Someone asked me how I knew she was from Webster. Ummmm….because Southbridge and Putnam have their own McDonald’s. Duh.
Anyway, looks like someone ordered a Sappy Meal, because this is the most miserable chick I’ve ever seen. I guess this is what happens when you live too long in Webster.
My favorite part was the employees just trying to do their job while the manager attempted to reason with a woman who clearly could not be reasoned with:
That face right there just screams, “I should’ve applied at the McDonald’s in Charlton.”
This is why I could never work in customer service. I simply don’t have it in me not to mock these people directly to their faces.
She also claims to be a nanny. If this is true then Mary Poppin Pills must be the least fun nanny ever. No talking. No games. No laughing. Just shut the hell up and get back in your cage ya stupid kids!!

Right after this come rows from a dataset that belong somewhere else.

import { useState } from 'react';
import { Badge, Button, HStack, Stack, Text } from '@chakra-ui/react';
import { isCatapultRole, ROLE_LABELS, type Role, type UserView } from '@catline/contracts';
import { ActionDialog } from '../../../components/action-dialog.js';
import { type Column, DataTable } from '../../../components/data-table.js';
import { PageHeader } from '../../../components/page-header.js';
import { Pager } from '../../../components/pager.js';
import { QueryView } from '../../../components/query-states.js';
import { NoticeBanner, refusalNotice, useNotice } from '../../../components/refusal-notice.js';
import { SelectInput } from '../../../components/select-field.js';
import { errorMessage } from '../../../lib/api-error.js';
import { useShips } from '../../../lib/queries/ships-query.js';
import { useSquadrons } from '../../../lib/queries/squadrons-query.js';
import { useSessionUser } from '../../../lib/session-store.js';
import { useDeleteUser } from '../api/delete-user.js';
import { useUsersPage } from '../api/get-users.js';
import { useSendInvitation } from '../api/send-invitation.js';
import { useUpdateUser } from '../api/update-user.js';
import { roleChoices, UserForm } from './user-form.js';

export function PeopleScreen() {
  const me = useSessionUser();
  const [offset, setOffset] = useState(0);
  const users = useUsersPage(offset);
  const ships = useShips();
  const squadrons = useSquadrons();
  const update = useUpdateUser();
  const remove = useDeleteUser();
  const invite = useSendInvitation();
  const { notice, show, dismiss } = useNotice();
  const [doomed, setDoomed] = useState<UserView | null>(null);
  const catapults = ships.data?.flatMap((ship) => ship.catapults) ?? [];
  const catapultName = (id: number | null) => {
    const catapult = catapults.find((candidate) => candidate.id === id);
    return catapult ? `Cat ${catapult.number}` : '—';
  };
  const squadronCode = (id: number | null) => squadrons.data?.find((squadron) => squadron.id === id)?.code ?? '—';
  const refused = (error: unknown) => show(refusalNotice(error, 'The change'));
  // The list does not say who still has to choose a password: the server answers 409 for those who have one.
  const inviteAgain = (user: UserView) =>
    invite.mutate(user.id, {
      onSuccess: ({ message }) => show({ tone: 'done', title: `Invitation sent to ${user.name}`, message }),
      onError: (error) =>
        show({ tone: 'refused', title: `No invitation sent to ${user.name}`, message: errorMessage(error) }),
    });

  const columns: Column<UserView>[] = [
    {
      key: 'name',
      header: 'Name',
      cell: (user) => <Text fontWeight="600">{user.name}</Text>,
      sortValue: (user) => user.name,
    },
    { key: 'email', header: 'E-mail', cell: (user) => user.email, sortValue: (user) => user.email },
    {
      key: 'role',
      header: 'Role',
      cell: (user) =>
        user.id === me.id ? (
          ROLE_LABELS[user.role]
        ) : (
          <SelectInput
            minW="10rem"
            ariaLabel={`Role of ${user.name}`}
            value={user.role}
            choices={roleChoices}
            onChange={(role) => update.mutate({ id: user.id, role: role as Role }, { onError: refused })}
          />
        ),
      sortValue: (user) => ROLE_LABELS[user.role],
    },
    {
      key: 'assignment',
      header: 'Catapult / squadron',
      cell: (user) =>
        isCatapultRole(user.role) ? (
          <SelectInput
            minW="7rem"
            ariaLabel={`Catapult of ${user.name}`}
            value={user.catapultId === null ? '' : String(user.catapultId)}
            placeholder="None"
            choices={catapults.map((catapult) => ({ value: String(catapult.id), label: `Cat ${catapult.number}` }))}
            onChange={(value) =>
              update.mutate({ id: user.id, catapultId: value ? Number(value) : null }, { onError: refused })
            }
          />
        ) : user.role === 'pilot' ? (
          squadronCode(user.squadronId)
        ) : (
          '—'
        ),
      sortValue: (user) => (isCatapultRole(user.role) ? catapultName(user.catapultId) : squadronCode(user.squadronId)),
    },
    {
      key: 'active',
      header: 'Access',
      cell: (user) => <Badge colorPalette={user.active ? 'go' : 'gray'}>{user.active ? 'Active' : 'Blocked'}</Badge>,
      sortValue: (user) => (user.active ? 'active' : 'blocked'),
    },
    {
      key: 'actions',
      header: 'Actions',
      cell: (user) =>
        user.id === me.id ? (
          <Text fontSize="sm" color="fg.muted">
            You
          </Text>
        ) : (
          <HStack gap="1">
            <Button
              size="xs"
              variant="outline"
              onClick={() => update.mutate({ id: user.id, active: !user.active }, { onError: refused })}
            >
              {user.active ? 'Block' : 'Unblock'}
            </Button>
            {user.active && (
              <Button
                size="xs"
                variant="outline"
                onClick={() => inviteAgain(user)}
                loading={invite.isPending && invite.variables === user.id}
              >
                Send invitation again
              </Button>
            )}
            <Button size="xs" variant="ghost" colorPalette="nogo" onClick={() => setDoomed(user)}>
              Delete
            </Button>
          </HStack>
        ),
    },
  ];

  return (
    <Stack gap="4">
      <PageHeader title="People" subtitle="Sign-ins and roles" />
      {notice && <NoticeBanner notice={notice} onDismiss={dismiss} />}
      <QueryView query={users} loadingLabel="Loading people…">
        {(page) => (
          <Stack gap="2">
            <DataTable
              caption="People"
              rows={page.items}
              columns={columns}
              rowKey={(user) => user.id}
              emptyTitle="No people yet"
              initialSort={{ key: 'name' }}
            />
            <Pager page={page} onOffset={setOffset} />
          </Stack>
        )}
      </QueryView>
      <Stack gap="2" borderWidth="1px" rounded="card" p="3">
        <Text fontWeight="700">Add a person</Text>
        <UserForm squadrons={squadrons.data ?? []} />
      </Stack>
      {doomed && (
        <ActionDialog
          open
          title={`Delete ${doomed.name}?`}
          onClose={() => setDoomed(null)}
          confirmLabel="Delete"
          tone="nogo"
          pending={remove.isPending}
          onConfirm={() => remove.mutate(doomed.id, { onSettled: () => setDoomed(null), onError: refused })}
        >
          <Text>They are signed out everywhere at once and can no longer sign in.</Text>
        </ActionDialog>
      )}
    </Stack>
  );
}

“I love kids, I just care about kids screaming for no reason.”
Ummmm….you’re at a McDonald’s playplace. That’s what kids do when they get together anywhere, never mind a place that has a ball pit. They scream for absolutely no reason. Then they chase each other around. When Turtleboy Jr. gets together with Turtle Princess and their mates they literally spend hours running around screaming for no apparent reason. Never gets old either. It makes no sense, but it’s the only thing they know how to do and it sure beats having them sit on their iPhones watching, “Yellow color, yellow color, where are you? Here I am, here I am, how do you do?” Because if you think this chick is angry, watch what happens if I hear that song one more fucking time!!
500,000,000 views!!! And that stupid fucking video!!! I’m in the wrong line of work.
Anyway, I’m sure this chick has a backstory and we’re interested in hearing it if you know who she is. So email email@example.com. God willing she’s got a wide open Facebook page and a collection of Google trophies. Next stop? Chuck E. Cheese. Where she’ll be studying for midterms and telling kids to keep the volume to a minimum.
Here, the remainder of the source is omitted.